PROMPT>
Among the entries below, extract exactly the lines that run from the one with "const most = longest" through the one with "<SpanLadder", both ends included.

──────── RECORDS PROVIDED ────────

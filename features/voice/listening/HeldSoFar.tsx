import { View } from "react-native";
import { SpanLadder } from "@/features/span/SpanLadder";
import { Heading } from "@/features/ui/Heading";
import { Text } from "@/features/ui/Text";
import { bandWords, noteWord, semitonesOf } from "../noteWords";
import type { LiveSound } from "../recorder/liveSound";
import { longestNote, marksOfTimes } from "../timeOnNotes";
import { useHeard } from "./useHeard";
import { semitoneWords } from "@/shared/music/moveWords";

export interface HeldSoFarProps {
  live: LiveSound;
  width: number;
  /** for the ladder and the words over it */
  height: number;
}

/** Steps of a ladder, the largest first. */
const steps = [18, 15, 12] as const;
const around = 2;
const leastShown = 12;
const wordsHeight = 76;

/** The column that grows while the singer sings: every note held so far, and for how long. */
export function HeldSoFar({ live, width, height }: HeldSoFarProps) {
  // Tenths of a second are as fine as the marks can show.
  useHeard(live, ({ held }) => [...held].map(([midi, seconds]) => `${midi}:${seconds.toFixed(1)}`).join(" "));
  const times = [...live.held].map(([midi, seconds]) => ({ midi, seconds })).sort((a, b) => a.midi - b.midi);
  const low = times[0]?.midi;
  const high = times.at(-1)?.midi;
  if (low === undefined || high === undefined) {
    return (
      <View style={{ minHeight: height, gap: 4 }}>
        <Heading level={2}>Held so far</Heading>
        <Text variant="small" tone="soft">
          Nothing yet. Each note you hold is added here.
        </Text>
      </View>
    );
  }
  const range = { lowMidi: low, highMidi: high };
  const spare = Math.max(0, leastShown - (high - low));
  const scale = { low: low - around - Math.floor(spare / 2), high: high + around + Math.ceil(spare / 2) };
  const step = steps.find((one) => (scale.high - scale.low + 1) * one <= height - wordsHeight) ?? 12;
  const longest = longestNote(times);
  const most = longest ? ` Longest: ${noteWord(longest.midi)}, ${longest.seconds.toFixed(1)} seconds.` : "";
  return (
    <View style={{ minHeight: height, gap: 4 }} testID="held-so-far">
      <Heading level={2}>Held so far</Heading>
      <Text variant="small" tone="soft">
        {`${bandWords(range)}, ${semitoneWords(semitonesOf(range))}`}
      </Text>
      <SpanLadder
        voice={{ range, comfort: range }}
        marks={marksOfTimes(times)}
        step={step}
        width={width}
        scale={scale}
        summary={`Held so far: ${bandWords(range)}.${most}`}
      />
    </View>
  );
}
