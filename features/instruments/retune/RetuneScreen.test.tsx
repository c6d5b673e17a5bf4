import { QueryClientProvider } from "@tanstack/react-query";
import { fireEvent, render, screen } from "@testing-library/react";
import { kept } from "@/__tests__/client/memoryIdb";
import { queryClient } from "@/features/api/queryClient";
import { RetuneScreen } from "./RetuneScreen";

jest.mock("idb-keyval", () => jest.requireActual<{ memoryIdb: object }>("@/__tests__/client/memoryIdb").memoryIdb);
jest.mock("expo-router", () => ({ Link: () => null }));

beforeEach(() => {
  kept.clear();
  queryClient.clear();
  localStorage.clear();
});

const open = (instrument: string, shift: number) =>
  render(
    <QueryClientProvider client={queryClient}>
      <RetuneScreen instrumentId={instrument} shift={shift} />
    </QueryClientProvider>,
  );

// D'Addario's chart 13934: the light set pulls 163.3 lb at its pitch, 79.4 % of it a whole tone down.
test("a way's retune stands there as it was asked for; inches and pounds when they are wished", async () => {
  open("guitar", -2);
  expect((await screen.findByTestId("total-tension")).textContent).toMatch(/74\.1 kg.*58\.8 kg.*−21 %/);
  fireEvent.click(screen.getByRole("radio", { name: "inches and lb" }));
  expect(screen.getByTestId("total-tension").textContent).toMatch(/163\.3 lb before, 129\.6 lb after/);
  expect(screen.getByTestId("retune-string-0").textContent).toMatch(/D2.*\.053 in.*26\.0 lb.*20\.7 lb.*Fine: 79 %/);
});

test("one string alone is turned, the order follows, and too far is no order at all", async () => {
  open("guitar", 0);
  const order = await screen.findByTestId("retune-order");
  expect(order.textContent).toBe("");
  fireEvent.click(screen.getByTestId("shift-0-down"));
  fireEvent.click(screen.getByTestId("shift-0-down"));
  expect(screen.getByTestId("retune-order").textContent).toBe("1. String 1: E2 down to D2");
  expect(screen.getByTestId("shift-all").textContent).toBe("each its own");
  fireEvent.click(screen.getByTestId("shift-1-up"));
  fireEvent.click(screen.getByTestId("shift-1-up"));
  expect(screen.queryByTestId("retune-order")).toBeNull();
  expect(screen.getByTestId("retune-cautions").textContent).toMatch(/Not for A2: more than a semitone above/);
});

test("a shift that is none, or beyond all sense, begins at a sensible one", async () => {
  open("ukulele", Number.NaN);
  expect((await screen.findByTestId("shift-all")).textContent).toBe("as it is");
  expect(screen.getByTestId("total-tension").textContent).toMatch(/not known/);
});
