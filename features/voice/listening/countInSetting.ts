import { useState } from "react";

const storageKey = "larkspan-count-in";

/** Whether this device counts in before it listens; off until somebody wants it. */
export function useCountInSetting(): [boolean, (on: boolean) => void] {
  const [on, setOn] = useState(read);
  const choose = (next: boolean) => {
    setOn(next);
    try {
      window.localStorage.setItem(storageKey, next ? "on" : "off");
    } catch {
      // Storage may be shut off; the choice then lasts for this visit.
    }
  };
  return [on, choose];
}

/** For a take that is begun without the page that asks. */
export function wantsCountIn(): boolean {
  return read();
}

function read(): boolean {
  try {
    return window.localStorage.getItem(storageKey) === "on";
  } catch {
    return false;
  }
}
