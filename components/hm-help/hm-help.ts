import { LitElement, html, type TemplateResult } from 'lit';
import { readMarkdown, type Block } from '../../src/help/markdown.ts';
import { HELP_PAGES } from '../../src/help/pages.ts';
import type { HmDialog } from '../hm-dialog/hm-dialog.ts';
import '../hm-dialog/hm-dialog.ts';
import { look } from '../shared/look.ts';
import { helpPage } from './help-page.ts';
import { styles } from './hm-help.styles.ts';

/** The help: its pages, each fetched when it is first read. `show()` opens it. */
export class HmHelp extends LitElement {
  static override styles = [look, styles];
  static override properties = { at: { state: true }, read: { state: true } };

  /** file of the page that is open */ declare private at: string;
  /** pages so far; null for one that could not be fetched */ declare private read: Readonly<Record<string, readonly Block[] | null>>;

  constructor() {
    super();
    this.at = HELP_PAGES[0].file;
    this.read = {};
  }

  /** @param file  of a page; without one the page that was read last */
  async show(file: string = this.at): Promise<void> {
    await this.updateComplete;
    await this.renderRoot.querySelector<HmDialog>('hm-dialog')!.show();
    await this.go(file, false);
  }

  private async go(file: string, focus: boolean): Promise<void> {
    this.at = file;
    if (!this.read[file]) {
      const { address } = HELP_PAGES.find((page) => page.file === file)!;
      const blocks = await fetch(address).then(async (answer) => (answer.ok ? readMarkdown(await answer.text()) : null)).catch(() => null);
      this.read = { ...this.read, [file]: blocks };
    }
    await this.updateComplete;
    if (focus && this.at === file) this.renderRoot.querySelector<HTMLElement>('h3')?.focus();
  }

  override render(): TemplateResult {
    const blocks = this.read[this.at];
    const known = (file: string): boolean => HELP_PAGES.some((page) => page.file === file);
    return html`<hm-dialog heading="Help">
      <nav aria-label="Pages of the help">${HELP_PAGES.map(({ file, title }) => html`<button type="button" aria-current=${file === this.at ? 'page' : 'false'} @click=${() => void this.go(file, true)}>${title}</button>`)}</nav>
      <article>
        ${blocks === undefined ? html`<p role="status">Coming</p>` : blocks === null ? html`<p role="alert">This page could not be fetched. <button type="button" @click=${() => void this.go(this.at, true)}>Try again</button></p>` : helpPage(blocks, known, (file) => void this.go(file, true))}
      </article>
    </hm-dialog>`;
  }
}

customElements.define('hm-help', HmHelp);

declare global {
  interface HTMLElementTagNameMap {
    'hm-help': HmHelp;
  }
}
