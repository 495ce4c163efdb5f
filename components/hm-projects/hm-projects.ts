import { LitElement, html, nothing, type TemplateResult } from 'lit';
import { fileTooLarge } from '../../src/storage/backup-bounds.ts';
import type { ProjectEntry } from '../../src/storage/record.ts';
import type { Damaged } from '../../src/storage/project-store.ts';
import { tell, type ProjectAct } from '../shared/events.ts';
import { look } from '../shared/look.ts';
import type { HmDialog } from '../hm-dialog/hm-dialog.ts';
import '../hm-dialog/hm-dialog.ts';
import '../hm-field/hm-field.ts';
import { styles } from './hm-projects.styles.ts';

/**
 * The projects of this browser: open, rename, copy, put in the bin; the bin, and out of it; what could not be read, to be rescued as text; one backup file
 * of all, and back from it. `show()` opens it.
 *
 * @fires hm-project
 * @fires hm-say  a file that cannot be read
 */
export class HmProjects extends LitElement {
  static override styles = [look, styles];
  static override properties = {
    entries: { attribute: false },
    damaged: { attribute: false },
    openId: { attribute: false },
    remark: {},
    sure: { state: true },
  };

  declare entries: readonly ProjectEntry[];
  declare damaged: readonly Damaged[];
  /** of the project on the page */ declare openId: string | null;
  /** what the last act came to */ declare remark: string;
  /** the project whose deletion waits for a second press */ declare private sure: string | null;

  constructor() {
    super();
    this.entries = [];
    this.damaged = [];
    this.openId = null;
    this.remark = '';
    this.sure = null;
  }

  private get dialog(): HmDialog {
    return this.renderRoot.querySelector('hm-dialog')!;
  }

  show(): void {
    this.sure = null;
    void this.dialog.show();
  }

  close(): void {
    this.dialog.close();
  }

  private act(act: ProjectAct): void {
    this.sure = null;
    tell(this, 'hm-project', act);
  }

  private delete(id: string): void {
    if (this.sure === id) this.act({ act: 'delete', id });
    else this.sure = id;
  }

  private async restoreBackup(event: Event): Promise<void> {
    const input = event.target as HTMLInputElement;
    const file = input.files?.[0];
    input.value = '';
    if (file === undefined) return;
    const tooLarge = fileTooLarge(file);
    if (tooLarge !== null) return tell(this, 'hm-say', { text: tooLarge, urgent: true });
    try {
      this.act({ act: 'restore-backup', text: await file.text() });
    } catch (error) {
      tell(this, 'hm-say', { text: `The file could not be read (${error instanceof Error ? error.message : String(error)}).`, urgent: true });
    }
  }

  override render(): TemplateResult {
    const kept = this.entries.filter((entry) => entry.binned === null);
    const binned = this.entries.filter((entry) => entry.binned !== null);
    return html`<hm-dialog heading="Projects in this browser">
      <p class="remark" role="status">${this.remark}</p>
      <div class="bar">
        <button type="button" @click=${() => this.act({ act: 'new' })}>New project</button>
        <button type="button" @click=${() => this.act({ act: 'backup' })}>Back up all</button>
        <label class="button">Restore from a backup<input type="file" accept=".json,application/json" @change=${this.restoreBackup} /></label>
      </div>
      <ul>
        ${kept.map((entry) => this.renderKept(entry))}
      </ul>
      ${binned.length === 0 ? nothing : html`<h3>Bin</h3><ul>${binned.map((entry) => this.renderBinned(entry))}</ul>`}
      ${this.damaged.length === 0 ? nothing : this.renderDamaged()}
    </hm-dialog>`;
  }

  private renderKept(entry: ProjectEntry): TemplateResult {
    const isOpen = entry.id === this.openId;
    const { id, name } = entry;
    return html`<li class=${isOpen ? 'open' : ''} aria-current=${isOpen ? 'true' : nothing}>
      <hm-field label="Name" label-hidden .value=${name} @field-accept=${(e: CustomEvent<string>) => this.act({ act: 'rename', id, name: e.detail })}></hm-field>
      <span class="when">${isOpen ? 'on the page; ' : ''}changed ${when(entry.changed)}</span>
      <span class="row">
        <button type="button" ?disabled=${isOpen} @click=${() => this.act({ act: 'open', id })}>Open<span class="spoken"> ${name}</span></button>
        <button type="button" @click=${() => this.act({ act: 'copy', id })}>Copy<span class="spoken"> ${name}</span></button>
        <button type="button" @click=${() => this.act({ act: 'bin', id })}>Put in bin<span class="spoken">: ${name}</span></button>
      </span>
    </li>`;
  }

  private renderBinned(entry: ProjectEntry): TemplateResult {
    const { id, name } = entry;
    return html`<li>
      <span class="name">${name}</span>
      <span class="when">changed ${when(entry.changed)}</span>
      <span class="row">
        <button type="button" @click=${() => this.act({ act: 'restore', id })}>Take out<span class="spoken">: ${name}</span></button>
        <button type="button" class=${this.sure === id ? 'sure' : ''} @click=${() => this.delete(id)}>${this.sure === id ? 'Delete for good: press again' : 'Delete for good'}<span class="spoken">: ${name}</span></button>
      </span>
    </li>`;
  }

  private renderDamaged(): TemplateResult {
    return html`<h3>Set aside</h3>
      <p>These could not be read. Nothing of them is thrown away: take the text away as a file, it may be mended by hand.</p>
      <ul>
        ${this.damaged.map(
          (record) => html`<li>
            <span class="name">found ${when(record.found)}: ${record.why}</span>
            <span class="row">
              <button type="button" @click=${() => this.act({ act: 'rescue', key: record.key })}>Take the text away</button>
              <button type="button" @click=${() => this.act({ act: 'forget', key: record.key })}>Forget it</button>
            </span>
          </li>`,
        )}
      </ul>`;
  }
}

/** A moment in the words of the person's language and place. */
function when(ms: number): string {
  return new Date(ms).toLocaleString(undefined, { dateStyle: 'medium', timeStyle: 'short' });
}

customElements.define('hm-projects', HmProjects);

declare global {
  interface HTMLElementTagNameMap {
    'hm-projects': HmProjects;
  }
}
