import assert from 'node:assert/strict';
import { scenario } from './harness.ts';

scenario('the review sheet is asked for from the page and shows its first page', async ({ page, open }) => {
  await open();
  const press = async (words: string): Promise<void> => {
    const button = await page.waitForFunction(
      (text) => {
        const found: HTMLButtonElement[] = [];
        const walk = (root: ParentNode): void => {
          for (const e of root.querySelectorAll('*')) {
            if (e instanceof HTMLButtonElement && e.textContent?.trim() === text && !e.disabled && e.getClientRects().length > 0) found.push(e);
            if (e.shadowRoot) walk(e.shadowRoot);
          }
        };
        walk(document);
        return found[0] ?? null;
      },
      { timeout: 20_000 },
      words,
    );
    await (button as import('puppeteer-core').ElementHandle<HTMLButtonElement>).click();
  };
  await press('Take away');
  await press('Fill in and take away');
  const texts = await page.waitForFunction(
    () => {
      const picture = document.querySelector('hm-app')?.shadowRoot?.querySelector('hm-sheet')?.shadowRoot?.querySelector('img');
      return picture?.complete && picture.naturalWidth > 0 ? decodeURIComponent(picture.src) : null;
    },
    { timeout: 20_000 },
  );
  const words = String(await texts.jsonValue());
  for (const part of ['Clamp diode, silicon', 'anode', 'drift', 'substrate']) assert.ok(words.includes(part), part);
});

────────

FINISHED EXERCISE>
  const most = longest ? ` Longest: ${noteWord(longest.midi)}, ${longest.seconds.toFixed(1)} seconds.` : "";
  return (
    <View style={{ minHeight: height, gap: 4 }} testID="held-so-far">
      <Heading level={2}>Held so far</Heading>
      <Text variant="small" tone="soft">
        {`${bandWords(range)}, ${semitoneWords(semitonesOf(range))}`}
      </Text>
      <SpanLadder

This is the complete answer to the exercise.